Estamos na cozinha, eu, meu irmão (que agora tem vinte anos de novo) e minha mãe. Estou com medo, mas ao mesmo tempo sinto crescer um ódio muito forte. Procuro nos armários e dou uma faca pra cada um. Eu fico com a faca de cabo branco, minha faca preferida. Lâmina forte e afiada. Volto para a sala, que tem uma porta que só abre por dentro. Elaboro um plano com minha mãe. O bandido vai tentar entrar pela porta dos fundos. Eu vou sair pela porta da sala e pegar ele pelas costas. Abro a porta e - surpresa! - o bandido está parado logo à frente, como se estivesse esperando eu abrir, uma arma apontando na minha cabeça. Num movimento muito rápido e muito preciso eu desvio o braço dele com uma mão e com a outra enfio a faca de cabo branco em sua barriga.

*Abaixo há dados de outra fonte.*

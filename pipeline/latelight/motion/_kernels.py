"""Compiled loops of the motion stage: lobes against a profile."""

from __future__ import annotations

import numpy as np
from numba import njit

from latelight.records import FloatArray, IntArray

__all__ = ["lobe_products", "pair_log_p"]


@njit(nogil=True, cache=True)
def _sample(
    out: FloatArray,
    offsets: FloatArray,
    place: float,
    scale: float,
    table: FloatArray,
    x0: float,
    step: float,
) -> tuple[int, int]:
    """Write a lobe's heights; return the first and past-the-last filled row."""
    first, last = offsets.size, 0
    for i in range(offsets.size):
        t = ((offsets[i] - place) * scale - x0) / step
        height = 0.0
        if 0.0 <= t < table.size - 1:
            k = int(t)
            height = table[k] + (t - k) * (table[k + 1] - table[k])
        out[i] = height
        if height != 0.0:
            if i < first:
                first = i
            last = i + 1
    return first, last


@njit(nogil=True, cache=True)
def lobe_products(
    offsets: FloatArray,
    precision: FloatArray,
    data: FloatArray,
    tables: FloatArray,
    x0: float,
    step: float,
    widths: FloatArray,
    table_index: IntArray,
    late: FloatArray,
    early: FloatArray,
    sense: int,
) -> tuple[FloatArray, FloatArray, FloatArray, FloatArray, FloatArray]:
    """Return the products of unit lobes with the data and with each other.

    Parameters
    ----------
    offsets : float64 array, shape (m,)
        Where the profile is, pixels.
    precision : float64 array, shape (m, m)
        Inverse covariance of the profile.
    data : float64 array, shape (m,)
        ``precision @ profile``.
    tables : float64 array, shape (n_tables, n)
        Standard lobes sampled at ``x0 + step * i``.
    widths, table_index : array, shape (n_shapes,)
        Full width and table of each shape.
    late, early : float64 array, shape (n_late,), (n_early,)
        Places of the lobes.
    sense : {1, -1}
        Which way the lobes move.

    Returns
    -------
    r_late, r_early, g_late, g_early : float64 array, shape (n_shapes, n_places)
        Products with the data, and of each lobe with itself.
    g_both : float64 array, shape (n_shapes, n_late, n_early)
        Products of the lobes with each other.
    """
    m, n_shapes = offsets.size, widths.size
    r_late = np.zeros((n_shapes, late.size))
    r_early = np.zeros((n_shapes, early.size))
    g_late = np.zeros((n_shapes, late.size))
    g_early = np.zeros((n_shapes, early.size))
    g_both = np.zeros((n_shapes, late.size, early.size))
    weighted = np.zeros((late.size, m))
    own = np.zeros(m)
    lobe = np.zeros(m)
    for s in range(n_shapes):
        table, scale = tables[table_index[s]], sense / widths[s]
        for j in range(late.size):
            first, last = _sample(lobe, offsets, late[j], scale, table, x0, step)
            for i in range(m):
                weighted[j, i] = 0.0
            for k in range(first, last):
                r_late[s, j] += lobe[k] * data[k]
                for i in range(m):
                    weighted[j, i] += lobe[k] * precision[k, i]
            for k in range(first, last):
                g_late[s, j] += lobe[k] * weighted[j, k]
        for j in range(early.size):
            first, last = _sample(lobe, offsets, early[j], scale, table, x0, step)
            for i in range(first, last):
                own[i] = 0.0
            for k in range(first, last):
                r_early[s, j] += lobe[k] * data[k]
                for i in range(first, last):
                    own[i] += lobe[k] * precision[k, i]
            for k in range(first, last):
                g_early[s, j] += lobe[k] * own[k]
            for i in range(late.size):
                for k in range(first, last):
                    g_both[s, i, j] += lobe[k] * weighted[i, k]
    return r_late, r_early, g_late, g_early, g_both


@njit(nogil=True, cache=True)
def pair_log_p(
    r_late: FloatArray,
    r_early: FloatArray,
    g_late: FloatArray,
    g_early: FloatArray,
    g_both: FloatArray,
    ratios: FloatArray,
    log_prior: FloatArray,
) -> tuple[FloatArray, FloatArray]:
    """Return ln(probability) and best amplitude of every pair of lobes.

    Parameters
    ----------
    r_late, r_early, g_late, g_early, g_both
        From :func:`lobe_products`.
    ratios : float64 array, shape (n_ratios,)
        Early over late brightness.
    log_prior : float64 array, shape (n_shapes, n_late, n_early, n_ratios)
        ln of the prior; ``-inf`` is left alone.

    Returns
    -------
    log_p, amplitude : float64 array, same shape
        Amplitudes A have the prior A**-2: faint echoes are the commoner ones.  Its
        integral over the likelihood is 1 / (snr A).
    """
    n_shapes, n_late, n_early = g_both.shape
    log_p = np.full(log_prior.shape, -np.inf)
    amplitude = np.zeros(log_prior.shape)
    for s in range(n_shapes):
        for i in range(n_late):
            for j in range(n_early):
                for k in range(ratios.size):
                    if log_prior[s, i, j, k] == -np.inf:
                        continue
                    q = ratios[k]
                    response = r_late[s, i] - q * r_early[s, j]
                    norm = g_late[s, i] - 2.0 * q * g_both[s, i, j]
                    norm = max(norm + q * q * g_early[s, j], 1e-12)
                    if response <= 0.0:
                        continue
                    snr = response / np.sqrt(norm)
                    amplitude[s, i, j, k] = response / norm
                    log_p[s, i, j, k] = (
                        0.5 * snr * snr - np.log(max(snr, 1.0)) + log_prior[s, i, j, k]
                    )
    return log_p, amplitude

Caímos no chão lutando. Ele tenta tirar a faca e eu tento pegar sua arma. Dou um murro eu sua cara e ele solta a arma. Chuto ela pra longe. Tiro a faca de sua barriga e a golpeio em seu crânio repetidamente. Estou tomado de raiva, tomado de ódio e medo. Um golpe mais furioso e decidido que o anterior. Lágrimas de ódio escorrem como cascatas de meus olhos. Quando finalmente paro e vejo o que fiz não me arrependo. Estou montado sobre um corpo preto, negro como carvão. Do pescoço para cima, onde antes havia uma cabeça, com olhos, boca, nariz e escárnio agora há apenas um amontoado de carne, ossos, massa encefálica e um líquido negro e denso como petróleo.
Saio para a rua e vejo algumas viaturas chegando. Aceno. Elas param e os policiais correm até minha casa. Reconheço dois deles, eles também trabalham como agentes de segurança no metrô. Explico o que aconteceu, o que eu fiz. Uma das policiais me trás um cobertor e pergunta se está tudo bem. Apesar de tudo me sinto confortável e feliz, tão feliz como nunca estive em minha vida. Eu apenas respondo "que sensação boa... que sensação boa..."
São Paulo, vinte e quatro de agosto de dois mil e dezessete.